DATASET RECORDS>
=-=-=

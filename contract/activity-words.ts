/**
 * Activity sentences that name who was acted on, in one place (the actor's
 * name opens every sentence on the Activity screen): "removed Jonah Adeyemi
 * (Viewer)", "approved ‘accuracy with age’ for sealing". Pure strings (no
 * framework imports: the web app imports this module). Set-asides have
 * their own module (set-aside-words.ts).
 */
import { type NoticeKind, noticeEventWords } from "./notices";

/** A person as the audit event recorded them (older events carry only the e-mail). */
export interface PersonFacts {
  name: string | null;
  email: string | null;
  role: string | null;
}

export function roleWord(role: string | null): string {
  return role ? role.charAt(0).toUpperCase() + role.slice(1) : "member";
}

/** A person's name, else their e-mail address, else "a member". */
export function personWords(person: Pick<PersonFacts, "name" | "email">): string {
  return person.name ?? person.email ?? "a member";
}

/** "removed Jonah Adeyemi (Viewer)" */
export function memberRemovedWords(person: PersonFacts): string {
  return `removed ${personWords(person)}${person.role ? ` (${roleWord(person.role)})` : ""}`;
}

/** "changed Jonah Adeyemi's role from Viewer to Analyst" */
export function roleChangedWords(person: PersonFacts, to: string | null): string {
  return `changed ${personWords(person)}'s role from ${roleWord(person.role)} to ${roleWord(to)}`;
}

/** A fit named by its model: "‘accuracy with age’", or "a fit" when the model's name is not known. */
export function fitWords(modelName: string | null): string {
  return modelName ? `the fit of ‘${modelName}’` : "a fit";
}

/** "ran a fit of “accuracy with age” (seed 1234, 2 set aside)" */
export function fitRunWords(
  modelName: string | null,
  seed: string | null,
  setAside: string | number | null,
): string {
  return `ran a fit of “${modelName ?? "a model"}” (seed ${seed ?? "?"}, ${setAside ?? 0} set aside)`;
}

/** "approved the fit of ‘accuracy with age’ for sealing" */
export function fitApprovedWords(modelName: string | null): string {
  return `approved ${fitWords(modelName)} for sealing`;
}

/** "cancelled the fit of ‘accuracy with age’" */
export function fitCancelledWords(modelName: string | null): string {
  return `cancelled ${fitWords(modelName)}`;
}

/** "sealed the fit of ‘accuracy with age’ (SHA-256 0123456789ab…)" */
export function fitSealedWords(
  modelName: string | null,
  sha256: string,
  singlePersonSignOff: boolean,
): string {
  return `sealed ${fitWords(modelName)} (SHA-256 ${sha256.slice(0, 12)}…)${singlePersonSignOff ? " that they had also started and approved" : ""}`;
}

/** "registered the plan ‘Accuracy and prefrontal activity’ (SHA-256 0123456789ab…), a new version" */
export function planRegisteredWords(title: string, sha256: string, newVersion: boolean): string {
  return `registered the plan ‘${title}’ (SHA-256 ${sha256.slice(0, 12)}…)${newVersion ? ", a new version" : ""}`;
}

/** "countersigned the plan (SHA-256 0123456789ab…)" */
export function planCountersignedWords(sha256: string): string {
  return `countersigned the plan (SHA-256 ${sha256.slice(0, 12)}…)`;
}

function peopleWords(count: number): string {
  return `${count} ${count === 1 ? "person" : "people"}`;
}

/** "e-mailed 3 people that the fit of ‘accuracy with age’ waits for approval" (the event records who, not what the e-mail said). */
export function noticesSentWords(
  notice: NoticeKind,
  count: number,
  modelName: string | null,
): string {
  return `e-mailed ${peopleWords(count)} that ${fitWords(modelName)} ${noticeEventWords[notice]}`;
}

/** "could not e-mail 2 people that the fit of ‘accuracy with age’ was sealed (ECONNREFUSED)" */
export function noticesFailedWords(
  notice: NoticeKind,
  count: number,
  modelName: string | null,
  error: string | null,
): string {
  return `could not e-mail ${peopleWords(count)} that ${fitWords(modelName)} ${noticeEventWords[notice]}${error ? ` (${error})` : ""}`;
}
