/** Published references, keyed by the short form used in the text. */
export const methodReferences = {
  "Beaton & Tukey 1974":
    "Beaton, A. E., & Tukey, J. W. (1974). The fitting of power series, meaning polynomials, illustrated on band-spectroscopic data. Technometrics, 16(2), 147–185.",
  "Benjamini & Hochberg 1995":
    "Benjamini, Y., & Hochberg, Y. (1995). Controlling the false discovery rate: a practical and powerful approach to multiple testing. Journal of the Royal Statistical Society, Series B, 57(1), 289–300.",
  "Hoerl & Kennard 1970":
    "Hoerl, A. E., & Kennard, R. W. (1970). Ridge regression: biased estimation for nonorthogonal problems. Technometrics, 12(1), 55–67.",
  "Phipson & Smyth 2010":
    "Phipson, B., & Smyth, G. K. (2010). Permutation p-values should never be zero: calculating exact p-values when permutations are randomly drawn. Statistical Applications in Genetics and Molecular Biology, 9(1), Article 39.",
  "Poldrack et al. 2020":
    "Poldrack, R. A., Huckins, G., & Varoquaux, G. (2020). Establishment of best practices for evidence for prediction: a review. JAMA Psychiatry, 77(5), 534–540.",
  "Simonsohn et al. 2020":
    "Simonsohn, U., Simmons, J. P., & Nelson, L. D. (2020). Specification curve analysis. Nature Human Behaviour, 4(11), 1208–1214.",
  "Steegen et al. 2016":
    "Steegen, S., Tuerlinckx, F., Gelman, A., & Vanpaemel, W. (2016). Increasing transparency through a multiverse analysis. Perspectives on Psychological Science, 11(5), 702–712.",
  "Snoek et al. 2019":
    "Snoek, L., Miletić, S., & Scholte, H. S. (2019). How to control for confounds in decoding analyses of neuroimaging data. NeuroImage, 184, 741–760.",
  "Best & Roberts 1975":
    "Best, D. J., & Roberts, D. E. (1975). Algorithm AS 89: The upper tail probabilities of Spearman's rho. Journal of the Royal Statistical Society, Series C (Applied Statistics), 24(3), 377–379.",
  "Bollen & Jackman 1990":
    "Bollen, K. A., & Jackman, R. W. (1990). Regression diagnostics: an expository treatment of outliers and influential cases. In J. Fox & J. S. Long (Eds.), Modern Methods of Data Analysis (pp. 257–291). Newbury Park, CA: Sage.",
  "Cook 1977":
    "Cook, R. D. (1977). Detection of influential observation in linear regression. Technometrics, 19(1), 15–18.",
  "Cook & Weisberg 1982":
    "Cook, R. D., & Weisberg, S. (1982). Residuals and Influence in Regression. New York: Chapman & Hall.",
  "DerSimonian & Laird 1986":
    "DerSimonian, R., & Laird, N. (1986). Meta-analysis in clinical trials. Controlled Clinical Trials, 7(3), 177–188.",
  "Dunn 1961":
    "Dunn, O. J. (1961). Multiple comparisons among means. Journal of the American Statistical Association, 56(293), 52–64.",
  "Efron 1987":
    "Efron, B. (1987). Better bootstrap confidence intervals. Journal of the American Statistical Association, 82(397), 171–185.",
  "Efron & Tibshirani 1993":
    "Efron, B., & Tibshirani, R. J. (1993). An Introduction to the Bootstrap. New York: Chapman & Hall.",
  "Fisher 1921":
    "Fisher, R. A. (1921). On the “probable error” of a coefficient of correlation deduced from a small sample. Metron, 1, 3–32.",
  "Freedman & Lane 1983":
    "Freedman, D., & Lane, D. (1983). A nonstochastic interpretation of reported significance levels. Journal of Business & Economic Statistics, 1(4), 292–298.",
  "Higgins & Thompson 2002":
    "Higgins, J. P. T., & Thompson, S. G. (2002). Quantifying heterogeneity in a meta-analysis. Statistics in Medicine, 21(11), 1539–1558.",
  "Hoaglin & Welsch 1978":
    "Hoaglin, D. C., & Welsch, R. E. (1978). The hat matrix in regression and ANOVA. The American Statistician, 32(1), 17–22.",
  "Hodges & Lehmann 1963":
    "Hodges, J. L., & Lehmann, E. L. (1963). Estimates of location based on rank tests. Annals of Mathematical Statistics, 34(2), 598–611.",
  "Holm 1979":
    "Holm, S. (1979). A simple sequentially rejective multiple test procedure. Scandinavian Journal of Statistics, 6(2), 65–70.",
  "Huber 1964":
    "Huber, P. J. (1964). Robust estimation of a location parameter. Annals of Mathematical Statistics, 35(1), 73–101.",
  "Knapp & Hartung 2003":
    "Knapp, G., & Hartung, J. (2003). Improved tests for a random effects meta-regression with a single covariate. Statistics in Medicine, 22(17), 2693–2710.",
  "Kriegeskorte et al. 2009":
    "Kriegeskorte, N., Simmons, W. K., Bellgowan, P. S. F., & Baker, C. I. (2009). Circular analysis in systems neuroscience: the dangers of double dipping. Nature Neuroscience, 12(5), 535–540.",
  "Mann & Whitney 1947":
    "Mann, H. B., & Whitney, D. R. (1947). On a test of whether one of two random variables is stochastically larger than the other. Annals of Mathematical Statistics, 18(1), 50–60.",
  "Marek et al. 2022":
    "Marek, S., Tervo-Clemmens, B., Calabro, F. J., et al. (2022). Reproducible brain-wide association studies require thousands of individuals. Nature, 603, 654–660.",
  "Rousselet & Pernet 2012":
    "Rousselet, G. A., & Pernet, C. R. (2012). Improving standards in brain-behavior correlation analyses. Frontiers in Human Neuroscience, 6, 119.",
  "Shrout & Fleiss 1979":
    "Shrout, P. E., & Fleiss, J. L. (1979). Intraclass correlations: uses in assessing rater reliability. Psychological Bulletin, 86(2), 420–428.",
  "Spearman 1904":
    "Spearman, C. (1904). The proof and measurement of association between two things. American Journal of Psychology, 15(1), 72–101.",
  "Student 1908": "Student (1908). The probable error of a mean. Biometrika, 6(1), 1–25.",
  "Viechtbauer 2005":
    "Viechtbauer, W. (2005). Bias and efficiency of meta-analytic variance estimators in the random-effects model. Journal of Educational and Behavioral Statistics, 30(3), 261–293.",
  "Vul et al. 2009":
    "Vul, E., Harris, C., Winkielman, P., & Pashler, H. (2009). Puzzlingly high correlations in fMRI studies of emotion, personality, and social cognition. Perspectives on Psychological Science, 4(3), 274–290.",
  "Welch 1947":
    "Welch, B. L. (1947). The generalization of “Student's” problem when several different population variances are involved. Biometrika, 34(1–2), 28–35.",
  "Westfall & Young 1993":
    "Westfall, P. H., & Young, S. S. (1993). Resampling-Based Multiple Testing: Examples and Methods for p-Value Adjustment. New York: Wiley.",
  "Wilcox 1994":
    "Wilcox, R. R. (1994). The percentage bend correlation coefficient. Psychometrika, 59(4), 601–616.",
  "Wilcox 2004":
    "Wilcox, R. R. (2004). Inferences based on a skipped correlation coefficient. Journal of Applied Statistics, 31(2), 131–143.",
  "Wilcoxon 1945":
    "Wilcoxon, F. (1945). Individual comparisons by ranking methods. Biometrics Bulletin, 1(6), 80–83.",
  "Winkler et al. 2014":
    "Winkler, A. M., Ridgway, G. R., Webster, M. A., Smith, S. M., & Nichols, T. E. (2014). Permutation inference for the general linear model. NeuroImage, 92, 381–397.",
} as const;
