/**
 * Rules of the model fields that need no data: a kind's required fields,
 * estimators a kind accepts, what goes with what. Returns every problem
 * (empty when the model is consistent). Cost O(fields).
 */
export function specProblems(spec: ModelSpec): SpecProblem[] {
  const out: SpecProblem[] = [];
  const add = (field: string, message: string) => out.push({ field, message });
  const { kind } = spec;
  if (kind !== "specification-curve" && !estimatorsByKind[kind].includes(spec.estimator))
    add("estimator", `'${spec.estimator}' is not available for kind '${kind}'`);
  if (kind === "association" && !spec.predictor)
    add(
      "predictor",
      "an association needs a predictor (a numeric column of the participant sheet)",
    );
  if (kind === "prediction" && !spec.predictor)
    add(
      "predictor",
      "a prediction needs the trait to predict (a numeric column of the participant sheet)",
    );
  if (
    kind !== "association" &&
    kind !== "prediction" &&
    kind !== "specification-curve" &&
    spec.predictor
  )
    add("predictor", `not used by kind '${kind}'`);
  if (kind === "two-group" && !spec.group)
    add("group", "a two-group model needs a grouping column");
  if (
    spec.group &&
    kind !== "two-group" &&
    kind !== "association" &&
    kind !== "prediction" &&
    kind !== "specification-curve"
  )
    add("group", `not used by kind '${kind}'`);
  if (spec.levels && !spec.group) add("levels", "given without a group");
  if (spec.levels && kind === "prediction")
    add("levels", "not used by kind 'prediction' (the group only balances the folds)");
  if (spec.levels && spec.levels[0] === spec.levels[1]) add("levels", "the two levels must differ");
  if (spec.interaction && kind !== "association") add("interaction", `not used by kind '${kind}'`);
  if (spec.interaction && kind === "association" && !spec.group)
    add("interaction", "an interaction needs a group");
  if (spec.predictor && spec.covariates.includes(spec.predictor))
    add("covariates", `'${spec.predictor}' is already the predictor`);
  if (spec.group && spec.covariates.includes(spec.group))
    add("covariates", `'${spec.group}' is already the group`);
  if (new Set(spec.covariates).size !== spec.covariates.length)
    add("covariates", "a column is listed twice");
  if (spec.regions && new Set(spec.regions).size !== spec.regions.length)
    add("regions", "a region is listed twice");
  if (spec.correction === "maxt" && spec.inference !== "permutation")
    add("correction", "max-T correction requires permutation inference");
  if (kind === "prediction") {
    if (spec.inference !== "permutation" && spec.inference !== "none")
      add("inference", "kind 'prediction' takes permutation inference or none");
    if (spec.correction !== "none")
      add(
        "correction",
        "kind 'prediction' reports one score for all regions together; no correction applies",
      );
    if (spec.weights !== "none") add("weights", "kind 'prediction' does not take weights");
    if (spec.folds === "leave-one-out" && spec.repeats !== undefined && spec.repeats !== 1)
      add("repeats", "leave-one-out has one partition; repeats must be 1");
    if (spec.lambda !== undefined && spec.lambdaGrid !== undefined)
      add("lambdaGrid", "give a fixed lambda or a grid to choose from, not both");
  } else {
    if (spec.inference === "none") add("inference", `'none' is for kind 'prediction' only`);
    for (const field of ["folds", "repeats", "lambda", "lambdaGrid"] as const)
      if (spec[field] !== undefined) add(field, "used by kind 'prediction' only");
  }
  if (kind === "reliability") {
    if (spec.inference !== "parametric")
      add("inference", "kind 'reliability' supports parametric inference only");
    if (spec.covariates.length > 0)
      add("covariates", "kind 'reliability' does not take covariates");
    if (spec.weights !== "none") add("weights", "kind 'reliability' does not take weights");
  }
  if (spec.weights === "first-level-se") {
    if (spec.estimator !== "ols") add("weights", "'first-level-se' requires estimator 'ols'");
    if (spec.inference !== "parametric")
      add("weights", "'first-level-se' supports parametric inference only");
  }
  if (
    spec.covariates.length > 0 &&
    !takesDesign(spec.estimator) &&
    !(kind === "association" && spec.estimator === "rank")
  ) {
    add("covariates", `estimator '${spec.estimator}' does not take covariates`);
  }
  if (
    spec.inference === "permutation" &&
    spec.estimator !== "ols" &&
    (spec.covariates.length > 0 || (kind === "association" && spec.group))
  ) {
    add(
      "inference",
      `permutation with covariates requires estimator 'ols' (Freedman–Lane); '${spec.estimator}' has no such scheme`,
    );
  }
  if (spec.exclusionRules !== undefined && kind !== "association" && kind !== "two-group")
    add(
      "exclusionRules",
      kind === "specification-curve"
        ? "a specification curve lists its rules in specifications.exclusionRules"
        : `used by kinds 'association' and 'two-group' only`,
    );
  if (spec.interaction && !takesDesign(spec.estimator))
    add("interaction", `estimator '${spec.estimator}' does not support an interaction`);
  curveProblems(spec, add);
  return out;
}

=-=-=

EXERCISE PROMPT>
The string "Biometrika" appears on some lines of the data; count those lines and report only how many there are.

EXERCISE ANSWER>
2